**WORK TASK**: Each line below containing the word "TODAY" needs to be shown.

Content starts

"""Plan settings stored in the database (audited), used by `logbook forecast` (cron) and the
TUI alike; command-line flags override them for one run."""

from __future__ import annotations

import json

import pytest

from logbook.cli import main
from logbook.model import InputRejected
from logbook.plan_setup import PlanSetup
from logbook.store import Store
from tests.store.test_cli import TODAY, demo, demo_master  # noqa: F401  (the demo fleet fixtures)


def test_defaults_until_set_then_stored_and_audited(store):
    assert store.plan_setup() == PlanSetup()
    setup = PlanSetup(horizon_months=9, capacity_per_month=3, site_capacity={"North Yard": 1},
                      exchange_on_hand={"TX-90": 2}, turnaround_months=2)
    store.set_plan_setup(setup)
    assert store.plan_setup() == setup
    row = next(iter(store.db.query("SELECT * FROM audit WHERE table_name = 'settings' AND row_key = 'plan'")))
    assert row["action"] == "set" and row["who"] == "tester"
    assert json.loads(row["before_json"]) == PlanSetup().as_dict()
    assert json.loads(row["after_json"]) == setup.as_dict()


@pytest.mark.parametrize("setup, field", [
    (PlanSetup(horizon_months=0), "horizon"),
    (PlanSetup(horizon_months=61), "horizon"),
    (PlanSetup(capacity_per_month=-1), "capacity"),
    (PlanSetup(turnaround_months=25), "turnaround"),
    (PlanSetup(site_capacity={"Nowhere": 1}), "site capacity"),
    (PlanSetup(exchange_on_hand={"ZZ-1": 1}), "exchange pumps"),
    (PlanSetup(exchange_on_hand={"TX-90": -2}), "exchange TX-90"),
    (PlanSetup(capacity_per_month=2.5), "capacity"),
])
def test_bad_settings_are_refused_naming_the_field_and_nothing_is_written(store, setup, field):
    before = store.db.execute("SELECT count(*) FROM audit").fetchone()[0]
    with pytest.raises(InputRejected) as err:
        store.set_plan_setup(setup)
    assert any(p.field == field for p in err.value.problems), [str(p) for p in err.value.problems]
    assert store.plan_setup() == PlanSetup()
    assert store.db.execute("SELECT count(*) FROM audit").fetchone()[0] == before


def test_override_changes_only_what_is_given():
    stored = PlanSetup(horizon_months=9, capacity_per_month=3, site_capacity={"A": 1, "B": 2}, exchange_on_hand={"M": 1})
    once = stored.override(capacity=5, site_capacity={"B": 4})
    assert once.capacity_per_month == 5 and once.site_capacity == {"A": 1, "B": 4}
    assert once.horizon_months == 9 and once.exchange_on_hand == {"M": 1} and once.turnaround_months == 1
    assert stored.override() == stored


def test_words_state_every_assumption():
    words = PlanSetup(horizon_months=12, capacity_per_month=1, site_capacity={"North Yard": 1},
                      exchange_on_hand={"TX-90": 2}, turnaround_months=1).words()
    assert words == ("shop capacity 1 job a month; per site North Yard 1; exchange pumps TX-90 2; "
                     "turnaround 1 month; horizon 12 months")
    assert PlanSetup().words().startswith("shop capacity no limit; exchange pumps no limit set")
    assert PlanSetup(exchange_on_hand={"TX-90": 0}).words(("TX-90", "TX-45")).startswith(
        "shop capacity no limit; exchange pumps TX-90 none on hand, other models no limit set")


def _plan(capsys, db, *args) -> dict:
    assert main(["--db", str(db), "--today", TODAY, "forecast", "--format", "json", *args]) == 0
    return json.loads(capsys.readouterr().out)["plan"]


def test_forecast_uses_the_stored_settings_and_flags_override_one_run(demo, capsys):
    with Store(demo, user="planner") as s:
        s.set_plan_setup(PlanSetup(horizon_months=9, capacity_per_month=2, site_capacity={"Greyfen Quarry": 1},
                                   exchange_on_hand={"TQ-90": 1}))
    plan = _plan(capsys, demo)
    assert (plan["horizon_months"], plan["capacity_per_month"], plan["site_capacity"], plan["exchange_on_hand"]) == (
        9, 2, {"Greyfen Quarry": 1}, {"TQ-90": 1})
    assert all(n <= 2 for n in plan["shop_load"].values())  # the stored capacity binds the plan
    plan = _plan(capsys, demo, "--capacity", "4", "--horizon", "6", "--site-capacity", "Lowmarsh Pit=2")
    assert (plan["horizon_months"], plan["capacity_per_month"]) == (6, 4)
    assert plan["site_capacity"] == {"Greyfen Quarry": 1, "Lowmarsh Pit": 2}
    with Store(demo) as s:  # the override was for one run
        assert s.plan_setup().capacity_per_month == 2 and s.plan_setup().horizon_months == 9
    _plan(capsys, demo, "--capacity", "4", "--save-settings")
    with Store(demo) as s:
        assert s.plan_setup().capacity_per_month == 4 and s.plan_setup().site_capacity == {"Greyfen Quarry": 1}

Content ends

**RESPONSE TO THIS TASK**:
from tests.store.test_cli import TODAY, demo, demo_master  # noqa: F401  (the demo fleet fixtures)
    assert main(["--db", str(db), "--today", TODAY, "forecast", "--format", "json", *args]) == 0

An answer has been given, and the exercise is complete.